#### Available data ####

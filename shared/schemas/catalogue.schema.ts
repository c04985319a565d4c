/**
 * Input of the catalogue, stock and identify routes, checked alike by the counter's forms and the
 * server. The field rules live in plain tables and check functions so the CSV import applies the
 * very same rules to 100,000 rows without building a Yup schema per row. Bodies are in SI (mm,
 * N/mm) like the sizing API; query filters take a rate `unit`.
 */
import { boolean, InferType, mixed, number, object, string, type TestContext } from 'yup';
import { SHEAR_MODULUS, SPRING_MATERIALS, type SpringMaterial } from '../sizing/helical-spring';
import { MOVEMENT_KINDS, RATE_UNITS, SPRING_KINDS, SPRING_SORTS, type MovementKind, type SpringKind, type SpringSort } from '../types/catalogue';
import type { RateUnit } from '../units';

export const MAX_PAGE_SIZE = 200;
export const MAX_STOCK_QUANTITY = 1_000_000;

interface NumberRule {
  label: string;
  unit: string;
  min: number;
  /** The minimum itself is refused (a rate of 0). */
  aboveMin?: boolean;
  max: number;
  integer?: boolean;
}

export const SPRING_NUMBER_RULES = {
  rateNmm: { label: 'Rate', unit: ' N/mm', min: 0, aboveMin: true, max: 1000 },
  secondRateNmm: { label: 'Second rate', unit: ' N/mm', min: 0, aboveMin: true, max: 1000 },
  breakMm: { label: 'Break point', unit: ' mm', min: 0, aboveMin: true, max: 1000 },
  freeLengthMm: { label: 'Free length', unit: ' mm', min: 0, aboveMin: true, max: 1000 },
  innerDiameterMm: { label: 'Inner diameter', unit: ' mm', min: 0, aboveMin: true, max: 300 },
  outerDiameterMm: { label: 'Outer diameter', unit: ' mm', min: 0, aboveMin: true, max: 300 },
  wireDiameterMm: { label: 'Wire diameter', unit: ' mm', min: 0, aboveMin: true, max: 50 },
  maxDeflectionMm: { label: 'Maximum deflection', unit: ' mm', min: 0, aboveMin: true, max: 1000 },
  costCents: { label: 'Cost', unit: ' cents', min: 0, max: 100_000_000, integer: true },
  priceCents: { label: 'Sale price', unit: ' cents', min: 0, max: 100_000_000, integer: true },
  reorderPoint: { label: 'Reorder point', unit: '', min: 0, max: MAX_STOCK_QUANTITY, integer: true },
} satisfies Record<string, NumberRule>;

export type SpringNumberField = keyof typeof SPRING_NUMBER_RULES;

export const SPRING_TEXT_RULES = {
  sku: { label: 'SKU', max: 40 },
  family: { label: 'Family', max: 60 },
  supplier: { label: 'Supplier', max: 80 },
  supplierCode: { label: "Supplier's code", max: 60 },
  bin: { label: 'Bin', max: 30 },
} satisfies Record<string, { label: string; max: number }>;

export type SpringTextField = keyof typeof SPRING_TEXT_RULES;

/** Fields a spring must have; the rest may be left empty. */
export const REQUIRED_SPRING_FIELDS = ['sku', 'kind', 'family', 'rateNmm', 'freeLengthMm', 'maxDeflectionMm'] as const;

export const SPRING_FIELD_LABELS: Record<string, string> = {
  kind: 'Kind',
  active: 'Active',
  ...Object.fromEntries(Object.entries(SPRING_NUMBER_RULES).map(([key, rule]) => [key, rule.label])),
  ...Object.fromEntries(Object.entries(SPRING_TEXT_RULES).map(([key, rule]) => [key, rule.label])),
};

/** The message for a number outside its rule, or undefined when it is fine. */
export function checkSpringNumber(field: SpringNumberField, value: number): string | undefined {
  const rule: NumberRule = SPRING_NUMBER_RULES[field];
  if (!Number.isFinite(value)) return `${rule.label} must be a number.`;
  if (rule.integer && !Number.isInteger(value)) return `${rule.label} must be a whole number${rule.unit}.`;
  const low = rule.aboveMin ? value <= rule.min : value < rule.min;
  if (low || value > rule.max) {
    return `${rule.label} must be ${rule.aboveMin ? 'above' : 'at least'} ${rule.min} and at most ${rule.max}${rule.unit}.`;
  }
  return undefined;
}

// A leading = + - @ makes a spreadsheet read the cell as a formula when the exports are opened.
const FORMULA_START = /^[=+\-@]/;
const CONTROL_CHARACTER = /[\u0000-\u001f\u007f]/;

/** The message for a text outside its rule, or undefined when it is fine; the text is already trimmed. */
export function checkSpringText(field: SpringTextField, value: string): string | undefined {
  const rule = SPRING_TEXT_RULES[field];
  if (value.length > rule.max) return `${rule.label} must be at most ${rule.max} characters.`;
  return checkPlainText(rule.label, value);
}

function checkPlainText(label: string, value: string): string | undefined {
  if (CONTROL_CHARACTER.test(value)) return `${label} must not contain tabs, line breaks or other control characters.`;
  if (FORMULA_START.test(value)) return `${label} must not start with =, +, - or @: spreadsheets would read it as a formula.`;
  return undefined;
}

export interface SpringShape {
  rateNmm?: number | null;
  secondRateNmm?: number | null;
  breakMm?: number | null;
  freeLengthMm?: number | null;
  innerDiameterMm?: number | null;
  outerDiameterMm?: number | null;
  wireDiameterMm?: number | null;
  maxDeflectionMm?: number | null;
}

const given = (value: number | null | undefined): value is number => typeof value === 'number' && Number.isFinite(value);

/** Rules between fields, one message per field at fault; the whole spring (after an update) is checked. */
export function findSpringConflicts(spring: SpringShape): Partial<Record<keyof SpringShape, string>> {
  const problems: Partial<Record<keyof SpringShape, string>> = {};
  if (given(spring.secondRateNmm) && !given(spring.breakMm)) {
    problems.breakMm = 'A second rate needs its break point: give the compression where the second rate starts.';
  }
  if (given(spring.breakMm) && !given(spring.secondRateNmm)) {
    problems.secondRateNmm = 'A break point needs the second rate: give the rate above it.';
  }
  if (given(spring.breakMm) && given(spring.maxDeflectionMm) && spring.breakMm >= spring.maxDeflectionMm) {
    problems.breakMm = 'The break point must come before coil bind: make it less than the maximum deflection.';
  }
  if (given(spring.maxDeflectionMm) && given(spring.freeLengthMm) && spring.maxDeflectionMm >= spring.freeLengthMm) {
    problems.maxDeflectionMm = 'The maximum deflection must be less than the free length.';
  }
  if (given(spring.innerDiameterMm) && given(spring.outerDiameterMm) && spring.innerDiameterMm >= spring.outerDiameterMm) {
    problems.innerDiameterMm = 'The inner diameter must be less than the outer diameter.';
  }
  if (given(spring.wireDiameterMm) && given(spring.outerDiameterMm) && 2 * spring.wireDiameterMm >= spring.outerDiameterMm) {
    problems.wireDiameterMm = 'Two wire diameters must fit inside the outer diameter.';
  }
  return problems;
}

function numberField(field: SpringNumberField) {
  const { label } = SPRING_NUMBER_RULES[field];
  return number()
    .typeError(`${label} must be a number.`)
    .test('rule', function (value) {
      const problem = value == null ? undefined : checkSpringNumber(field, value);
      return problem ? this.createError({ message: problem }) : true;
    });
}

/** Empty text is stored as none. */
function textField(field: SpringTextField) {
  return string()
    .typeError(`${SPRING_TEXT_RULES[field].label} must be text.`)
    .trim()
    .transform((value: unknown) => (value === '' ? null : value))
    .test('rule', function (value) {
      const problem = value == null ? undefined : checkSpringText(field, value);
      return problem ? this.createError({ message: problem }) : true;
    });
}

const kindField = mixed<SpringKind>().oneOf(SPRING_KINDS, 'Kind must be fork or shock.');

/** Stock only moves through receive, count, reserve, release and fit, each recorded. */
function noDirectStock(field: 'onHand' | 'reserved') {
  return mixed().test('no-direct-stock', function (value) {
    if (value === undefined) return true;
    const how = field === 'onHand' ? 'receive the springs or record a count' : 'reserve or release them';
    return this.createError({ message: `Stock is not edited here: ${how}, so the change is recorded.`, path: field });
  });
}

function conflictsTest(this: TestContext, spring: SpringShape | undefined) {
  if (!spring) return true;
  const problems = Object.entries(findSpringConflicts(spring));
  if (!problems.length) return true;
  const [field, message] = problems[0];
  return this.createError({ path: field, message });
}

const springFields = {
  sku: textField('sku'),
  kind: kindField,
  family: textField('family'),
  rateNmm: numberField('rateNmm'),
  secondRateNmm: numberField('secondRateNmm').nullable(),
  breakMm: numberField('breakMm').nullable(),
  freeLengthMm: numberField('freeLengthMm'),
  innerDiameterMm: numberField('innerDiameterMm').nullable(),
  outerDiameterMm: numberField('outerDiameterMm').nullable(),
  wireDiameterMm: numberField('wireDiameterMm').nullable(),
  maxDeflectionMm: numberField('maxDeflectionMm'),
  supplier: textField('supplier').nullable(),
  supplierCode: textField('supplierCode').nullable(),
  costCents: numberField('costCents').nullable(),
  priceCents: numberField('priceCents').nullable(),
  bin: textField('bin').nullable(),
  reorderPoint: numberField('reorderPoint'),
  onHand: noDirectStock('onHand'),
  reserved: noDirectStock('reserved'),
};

####
#### Available data ####

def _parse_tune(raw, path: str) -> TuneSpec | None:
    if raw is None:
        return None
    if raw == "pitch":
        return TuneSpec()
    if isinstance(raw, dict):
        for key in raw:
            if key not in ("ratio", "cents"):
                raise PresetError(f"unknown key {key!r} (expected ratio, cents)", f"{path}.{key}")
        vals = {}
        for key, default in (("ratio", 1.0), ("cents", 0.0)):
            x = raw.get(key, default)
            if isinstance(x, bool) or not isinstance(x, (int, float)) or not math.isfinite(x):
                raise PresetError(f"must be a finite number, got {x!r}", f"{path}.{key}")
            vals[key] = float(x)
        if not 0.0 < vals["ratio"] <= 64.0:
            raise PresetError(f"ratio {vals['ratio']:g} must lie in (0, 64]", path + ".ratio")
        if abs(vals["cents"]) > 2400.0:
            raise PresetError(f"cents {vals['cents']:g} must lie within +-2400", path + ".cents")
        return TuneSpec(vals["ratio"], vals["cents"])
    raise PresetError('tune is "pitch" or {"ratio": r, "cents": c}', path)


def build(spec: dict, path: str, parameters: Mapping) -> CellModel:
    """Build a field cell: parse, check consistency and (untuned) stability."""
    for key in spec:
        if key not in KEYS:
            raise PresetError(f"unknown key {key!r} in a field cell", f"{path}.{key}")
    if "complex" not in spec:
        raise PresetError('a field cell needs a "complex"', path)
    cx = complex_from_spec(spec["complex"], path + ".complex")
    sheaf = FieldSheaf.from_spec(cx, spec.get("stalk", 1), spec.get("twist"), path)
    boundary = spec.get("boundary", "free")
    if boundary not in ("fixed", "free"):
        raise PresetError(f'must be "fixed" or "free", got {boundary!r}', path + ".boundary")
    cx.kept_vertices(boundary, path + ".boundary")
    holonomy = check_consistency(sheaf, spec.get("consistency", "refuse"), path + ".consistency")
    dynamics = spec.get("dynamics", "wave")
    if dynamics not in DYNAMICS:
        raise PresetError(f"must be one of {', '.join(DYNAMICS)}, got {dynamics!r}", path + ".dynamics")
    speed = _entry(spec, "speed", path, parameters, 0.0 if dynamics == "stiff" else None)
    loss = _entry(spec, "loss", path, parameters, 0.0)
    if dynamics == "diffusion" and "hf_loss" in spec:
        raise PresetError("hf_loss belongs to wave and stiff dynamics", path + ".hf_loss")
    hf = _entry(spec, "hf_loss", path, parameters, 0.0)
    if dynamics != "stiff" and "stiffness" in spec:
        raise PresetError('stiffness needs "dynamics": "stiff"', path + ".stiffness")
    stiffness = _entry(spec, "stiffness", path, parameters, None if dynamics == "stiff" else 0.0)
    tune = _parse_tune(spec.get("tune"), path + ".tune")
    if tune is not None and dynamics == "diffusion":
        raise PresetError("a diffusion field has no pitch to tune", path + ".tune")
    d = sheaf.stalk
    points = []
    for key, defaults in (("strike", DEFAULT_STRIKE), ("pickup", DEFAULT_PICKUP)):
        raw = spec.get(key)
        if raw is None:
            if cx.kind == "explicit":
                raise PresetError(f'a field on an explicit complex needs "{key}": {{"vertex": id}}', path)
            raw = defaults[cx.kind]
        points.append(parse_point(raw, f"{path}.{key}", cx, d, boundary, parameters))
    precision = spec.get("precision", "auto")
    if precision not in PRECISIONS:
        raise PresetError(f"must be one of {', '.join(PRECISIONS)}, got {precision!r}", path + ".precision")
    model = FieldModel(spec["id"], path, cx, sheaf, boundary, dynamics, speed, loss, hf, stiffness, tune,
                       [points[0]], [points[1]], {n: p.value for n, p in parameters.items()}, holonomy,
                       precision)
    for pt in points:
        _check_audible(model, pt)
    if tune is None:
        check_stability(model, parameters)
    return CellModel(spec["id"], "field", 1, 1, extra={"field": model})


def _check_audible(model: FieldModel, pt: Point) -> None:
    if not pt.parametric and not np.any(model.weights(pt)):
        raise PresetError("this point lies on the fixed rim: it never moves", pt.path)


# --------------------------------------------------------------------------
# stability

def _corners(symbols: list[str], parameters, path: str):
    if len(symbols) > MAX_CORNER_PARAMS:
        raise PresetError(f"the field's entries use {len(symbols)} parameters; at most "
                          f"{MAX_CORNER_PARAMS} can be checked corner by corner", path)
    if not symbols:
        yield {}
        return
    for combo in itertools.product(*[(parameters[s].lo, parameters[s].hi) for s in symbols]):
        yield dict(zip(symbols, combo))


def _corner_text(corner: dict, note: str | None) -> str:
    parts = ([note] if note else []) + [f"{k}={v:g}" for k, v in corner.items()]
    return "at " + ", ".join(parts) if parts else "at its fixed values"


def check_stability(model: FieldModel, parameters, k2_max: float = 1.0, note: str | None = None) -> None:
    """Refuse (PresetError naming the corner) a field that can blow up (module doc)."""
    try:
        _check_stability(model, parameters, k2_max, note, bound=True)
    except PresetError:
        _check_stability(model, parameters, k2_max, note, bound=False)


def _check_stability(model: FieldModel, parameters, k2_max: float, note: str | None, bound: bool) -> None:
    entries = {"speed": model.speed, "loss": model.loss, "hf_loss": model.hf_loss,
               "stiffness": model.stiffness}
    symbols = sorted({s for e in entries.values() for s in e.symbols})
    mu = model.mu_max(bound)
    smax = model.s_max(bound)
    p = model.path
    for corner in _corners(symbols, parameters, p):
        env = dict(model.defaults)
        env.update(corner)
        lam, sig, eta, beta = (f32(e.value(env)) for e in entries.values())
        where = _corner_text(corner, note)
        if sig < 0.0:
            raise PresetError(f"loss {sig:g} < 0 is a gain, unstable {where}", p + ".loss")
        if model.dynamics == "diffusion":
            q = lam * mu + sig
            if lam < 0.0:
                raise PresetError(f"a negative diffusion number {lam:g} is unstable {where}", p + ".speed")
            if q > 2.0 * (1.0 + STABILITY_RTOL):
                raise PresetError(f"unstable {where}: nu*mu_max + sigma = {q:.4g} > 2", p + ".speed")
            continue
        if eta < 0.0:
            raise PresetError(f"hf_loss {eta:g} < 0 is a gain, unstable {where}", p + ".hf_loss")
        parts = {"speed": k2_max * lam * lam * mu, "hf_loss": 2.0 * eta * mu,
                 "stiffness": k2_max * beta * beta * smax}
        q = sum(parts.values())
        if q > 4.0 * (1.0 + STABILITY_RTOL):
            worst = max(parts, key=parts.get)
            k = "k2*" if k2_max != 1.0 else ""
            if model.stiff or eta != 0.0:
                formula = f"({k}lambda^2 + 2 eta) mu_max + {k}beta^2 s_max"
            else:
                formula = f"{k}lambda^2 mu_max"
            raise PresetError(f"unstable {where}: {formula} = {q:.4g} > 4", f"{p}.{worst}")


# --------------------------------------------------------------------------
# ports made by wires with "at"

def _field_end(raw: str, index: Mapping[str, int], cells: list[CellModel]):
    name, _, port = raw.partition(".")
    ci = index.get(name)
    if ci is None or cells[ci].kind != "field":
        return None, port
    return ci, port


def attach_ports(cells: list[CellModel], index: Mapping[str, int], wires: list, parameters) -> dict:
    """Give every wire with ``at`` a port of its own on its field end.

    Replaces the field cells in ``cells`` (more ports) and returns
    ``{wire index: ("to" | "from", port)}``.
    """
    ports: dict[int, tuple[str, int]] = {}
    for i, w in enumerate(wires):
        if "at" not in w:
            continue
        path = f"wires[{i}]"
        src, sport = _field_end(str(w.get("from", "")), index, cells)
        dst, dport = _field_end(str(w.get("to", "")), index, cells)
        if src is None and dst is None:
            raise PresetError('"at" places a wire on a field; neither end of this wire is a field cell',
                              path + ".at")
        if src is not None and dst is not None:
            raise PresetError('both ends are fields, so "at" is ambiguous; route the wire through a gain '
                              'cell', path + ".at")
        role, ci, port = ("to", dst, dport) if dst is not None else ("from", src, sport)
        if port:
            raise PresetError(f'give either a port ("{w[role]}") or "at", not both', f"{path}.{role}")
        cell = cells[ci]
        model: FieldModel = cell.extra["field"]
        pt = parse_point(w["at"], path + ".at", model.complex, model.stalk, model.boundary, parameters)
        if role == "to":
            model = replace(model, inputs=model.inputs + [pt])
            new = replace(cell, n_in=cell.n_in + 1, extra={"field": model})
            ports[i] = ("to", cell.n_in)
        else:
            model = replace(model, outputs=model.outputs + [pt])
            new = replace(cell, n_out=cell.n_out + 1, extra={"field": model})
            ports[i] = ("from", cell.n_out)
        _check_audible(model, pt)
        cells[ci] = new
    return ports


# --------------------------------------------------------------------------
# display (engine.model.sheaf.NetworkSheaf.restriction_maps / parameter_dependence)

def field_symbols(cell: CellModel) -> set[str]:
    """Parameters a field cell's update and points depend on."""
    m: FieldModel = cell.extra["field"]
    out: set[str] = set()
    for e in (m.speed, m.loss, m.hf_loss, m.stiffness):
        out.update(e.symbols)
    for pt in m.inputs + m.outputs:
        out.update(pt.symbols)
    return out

####

» **Aim of the task**
Using the entries above, copy out all lines that contain the string "typeError".

» **Task result**
    .typeError(`${label} must be a number.`)
    .typeError(`${SPRING_TEXT_RULES[field].label} must be text.`)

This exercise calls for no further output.